Problem requirements: Line by line, set down the records exactly as they appear below.

Source material:
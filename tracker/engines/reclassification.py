"""What a change in the family variant's ACMG/AMP class means for each relative.

Pure engine.  :func:`impact` compares the genotype statuses computed with the
old class and with the new class (both from
:func:`tracker.domain.genetics.genotype_statuses`) and lists what changes for
each person, with the action for the nurse.  :func:`impact_of_reclassification`
computes the two sets of statuses itself and calls :func:`impact`.

Rules (each item carries its source):

* Serial re-evaluation of the variant is recommended because reclassification
  changes diagnosis and cascade testing (AHA 2024, 1 B-NR) [V]; results of
  reclassification are passed on to families (ESC 2023) [V].
* Any reclassification is new clinically relevant family data: an unscheduled
  review for everyone under follow-up (ESC 2023) [V].
* P/LP downgraded to VUS/LB/B: variant-negative relatives who were discharged
  go back into clinical screening on the genotype-unknown schedule (AHA 2024
  exception [V2]); carriers lose genotype-positive status; re-counsel the
  family; predictive testing is no longer offered (VUS: no cascade testing,
  ESC 2023 [V]; LB/B: no benefit, AHA 3 / ESC III C [V]).
* VUS/LB/B (or none) upgraded to LP/P: cascade testing is offered to untested
  at-risk relatives; earlier results for this variant are re-interpreted:
  carriers move to genotype-positive surveillance, non-carriers may be
  discharged after counselling (ESC 2023 I C [V]).
* LP <-> P, or VUS <-> LB/B: genotype meaning unchanged; record and review.

``screening`` gives each person's screening state before the change:
'released' (discharged as genotype-negative), 'surveillance' (under clinical
follow-up) or 'none'; a mapping person -> state or a frame with columns
``person, screening_state``.  Missing people count as 'none'.

Counselling practice (when the caller gives the family context):

* ``history`` (the class history before the change, oldest first): a
  genotype-negative relative counts as released when the release can be
  derived from it: the P/LP class in force at max(result date, date the class
  last became P/LP) (:func:`tracker.domain.genetics.release_basis`); a
  downgrade recalls exactly those relatives and names what the release relied
  on.  Without a history, ``screening`` decides.
* ``affected``: affected members stay in affected follow-up: an upgrade does
  not move an affected carrier to genotype-positive surveillance, a downgrade
  does not move them to the genotype-unknown schedule, and an affected
  untested relative is offered diagnostic (not predictive) testing.
* ``pedigree`` given to :func:`impact`: the upgrade offers predictive testing
  stepwise (:func:`tracker.domain.genetics.stepwise_route`): a relative whose
  at-risk relative nearer the carrier can be asked first is deferred, with
  that reason.
* ``discharges`` (person -> the recorded discharge: ``discharge_date``, ``acmg_class`` relied on,
  ``classified_on``): a downgrade recalls each discharged variant-negative relative with an item
  naming the discharge and the class it relied on.
* ``contact_dates`` / ``declined_reapproach_months`` / ``on``: a relative who
  declined is named as such, and the clinic's policy decides whether to
  re-approach (default: not re-approached; common practice).

Decision support only: the treating clinician and genetics team decide,
following local protocols and the current guideline.
"""

from __future__ import annotations

from collections.abc import Mapping
from dataclasses import asdict, dataclass

import pandas as pd

from tracker.domain.genetics import (
    ACMG_CLASSES,
    ACTIONABLE_CLASSES,
    SRC_STEPWISE,
    GenotypeStatus,
    declined_reapproach,
    genotype_statuses,
    probability_text,
    release_basis,
    result_date_for_release,
    stepwise_route,
)
from tracker.domain.pedigree import Pedigree

CAUTION = (
    "Decision support only: reclassification actions are proposals for the clinical team; the "
    "treating clinician decides, following local protocols and the current guideline. Confirm the "
    "new classification with the laboratory report before acting."
)

SCREENING_STATES = ("released", "surveillance", "none")

SRC_REVIEW = "ESC 2023: any reclassification is new family data: unscheduled review [V]"
SRC_RECOUNSEL = (
    "AHA 2024: re-evaluate variant significance at intervals, reclassification changes cascade "
    "testing (1 B-NR) [V]; ESC 2023: results of reclassification passed on to families [V]"
)
SRC_DOWNGRADE_RELEASED = (
    "AHA 2024: genotype-negative relatives leave screening unless the variant is downgraded to "
    "VUS/LB/B [V2]: discharged variant-negative relatives go back into clinical screening on the "
    "genotype-unknown schedule"
)
SRC_DOWNGRADE_CARRIER = (
    "AHA 2024 (1 B-NR) and ESC 2023: reclassification changes diagnosis and cascade testing [V]: "
    "after a downgrade carriers lose genotype-positive status; re-counsel"
)
SRC_NO_CASCADE_VUS = "ESC 2023: VUS: no cascade testing [V]"
SRC_NO_CASCADE_BENIGN = "AHA 2024: cascade testing of no benefit for LB/B (3); ESC 2023 III C [V]"
SRC_UPGRADE_TEST = "ESC 2023 (adults I B, children IIa B); AHA 2024 §6.8 (1 B-NR): cascade testing for a P/LP variant [V]"
SRC_UPGRADE_NEGATIVE = "ESC 2023: genotype-negative relatives discharged with advice to return (I C) [V]"
SRC_UPGRADE_CARRIER = "ESC 2023 §6.11: carriers followed with regular ECG and imaging [V]"
SRC_UPGRADE_NOT_AT_RISK = (
    "not at risk by pedigree once the variant is P/LP (married or adopted in, the other side, below a "
    "non-carrier): common practice, as for genotype-negative relatives (ESC 2023 I C [V])"
)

Solution for this problem:
filename tracker/engines/reclassification.py
"""What a change in the family variant's ACMG/AMP class means for each relative.

Pure engine.  :func:`impact` compares the genotype statuses computed with the
old class and with the new class (both from
:func:`tracker.domain.genetics.genotype_statuses`) and lists what changes for
each person, with the action for the nurse.  :func:`impact_of_reclassification`
computes the two sets of statuses itself and calls :func:`impact`.

Rules (each item carries its source):

* Serial re-evaluation of the variant is recommended because reclassification
  changes diagnosis and cascade testing (AHA 2024, 1 B-NR) [V]; results of
  reclassification are passed on to families (ESC 2023) [V].
* Any reclassification is new clinically relevant family data: an unscheduled
  review for everyone under follow-up (ESC 2023) [V].
* P/LP downgraded to VUS/LB/B: variant-negative relatives who were discharged
  go back into clinical screening on the genotype-unknown schedule (AHA 2024
  exception [V2]); carriers lose genotype-positive status; re-counsel the
  family; predictive testing is no longer offered (VUS: no cascade testing,
  ESC 2023 [V]; LB/B: no benefit, AHA 3 / ESC III C [V]).
* VUS/LB/B (or none) upgraded to LP/P: cascade testing is offered to untested
  at-risk relatives; earlier results for this variant are re-interpreted:
  carriers move to genotype-positive surveillance, non-carriers may be
  discharged after counselling (ESC 2023 I C [V]).
* LP <-> P, or VUS <-> LB/B: genotype meaning unchanged; record and review.

``screening`` gives each person's screening state before the change:
'released' (discharged as genotype-negative), 'surveillance' (under clinical
follow-up) or 'none'; a mapping person -> state or a frame with columns
``person, screening_state``.  Missing people count as 'none'.

Counselling practice (when the caller gives the family context):

* ``history`` (the class history before the change, oldest first): a
  genotype-negative relative counts as released when the release can be
  derived from it: the P/LP class in force at max(result date, date the class
  last became P/LP) (:func:`tracker.domain.genetics.release_basis`); a
  downgrade recalls exactly those relatives and names what the release relied
  on.  Without a history, ``screening`` decides.
* ``affected``: affected members stay in affected follow-up: an upgrade does
  not move an affected carrier to genotype-positive surveillance, a downgrade
  does not move them to the genotype-unknown schedule, and an affected
  untested relative is offered diagnostic (not predictive) testing.
* ``pedigree`` given to :func:`impact`: the upgrade offers predictive testing
  stepwise (:func:`tracker.domain.genetics.stepwise_route`): a relative whose
  at-risk relative nearer the carrier can be asked first is deferred, with
  that reason.
* ``discharges`` (person -> the recorded discharge: ``discharge_date``, ``acmg_class`` relied on,
  ``classified_on``): a downgrade recalls each discharged variant-negative relative with an item
  naming the discharge and the class it relied on.
* ``contact_dates`` / ``declined_reapproach_months`` / ``on``: a relative who
  declined is named as such, and the clinic's policy decides whether to
  re-approach (default: not re-approached; common practice).

Decision support only: the treating clinician and genetics team decide,
following local protocols and the current guideline.
"""

from __future__ import annotations

from collections.abc import Mapping
from dataclasses import asdict, dataclass

import pandas as pd

from tracker.domain.genetics import (
    ACMG_CLASSES,
    ACTIONABLE_CLASSES,
    SRC_STEPWISE,
    GenotypeStatus,
    declined_reapproach,
    genotype_statuses,
    probability_text,
    release_basis,
    result_date_for_release,
    stepwise_route,
)
from tracker.domain.pedigree import Pedigree

CAUTION = (
    "Decision support only: reclassification actions are proposals for the clinical team; the "
    "treating clinician decides, following local protocols and the current guideline. Confirm the "
    "new classification with the laboratory report before acting."
)

SCREENING_STATES = ("released", "surveillance", "none")

SRC_REVIEW = "ESC 2023: any reclassification is new family data: unscheduled review [V]"
SRC_RECOUNSEL = (
    "AHA 2024: re-evaluate variant significance at intervals, reclassification changes cascade "
    "testing (1 B-NR) [V]; ESC 2023: results of reclassification passed on to families [V]"
)
SRC_DOWNGRADE_RELEASED = (
    "AHA 2024: genotype-negative relatives leave screening unless the variant is downgraded to "
    "VUS/LB/B [V2]: discharged variant-negative relatives go back into clinical screening on the "
    "genotype-unknown schedule"
)
SRC_DOWNGRADE_CARRIER = (
    "AHA 2024 (1 B-NR) and ESC 2023: reclassification changes diagnosis and cascade testing [V]: "
    "after a downgrade carriers lose genotype-positive status; re-counsel"
)
SRC_NO_CASCADE_VUS = "ESC 2023: VUS: no cascade testing [V]"
SRC_NO_CASCADE_BENIGN = "AHA 2024: cascade testing of no benefit for LB/B (3); ESC 2023 III C [V]"
SRC_UPGRADE_TEST = "ESC 2023 (adults I B, children IIa B); AHA 2024 §6.8 (1 B-NR): cascade testing for a P/LP variant [V]"
SRC_UPGRADE_NEGATIVE = "ESC 2023: genotype-negative relatives discharged with advice to return (I C) [V]"
SRC_UPGRADE_CARRIER = "ESC 2023 §6.11: carriers followed with regular ECG and imaging [V]"
SRC_UPGRADE_NOT_AT_RISK = (
    "not at risk by pedigree once the variant is P/LP (married or adopted in, the other side, below a "
    "non-carrier): common practice, as for genotype-negative relatives (ESC 2023 I C [V])"
)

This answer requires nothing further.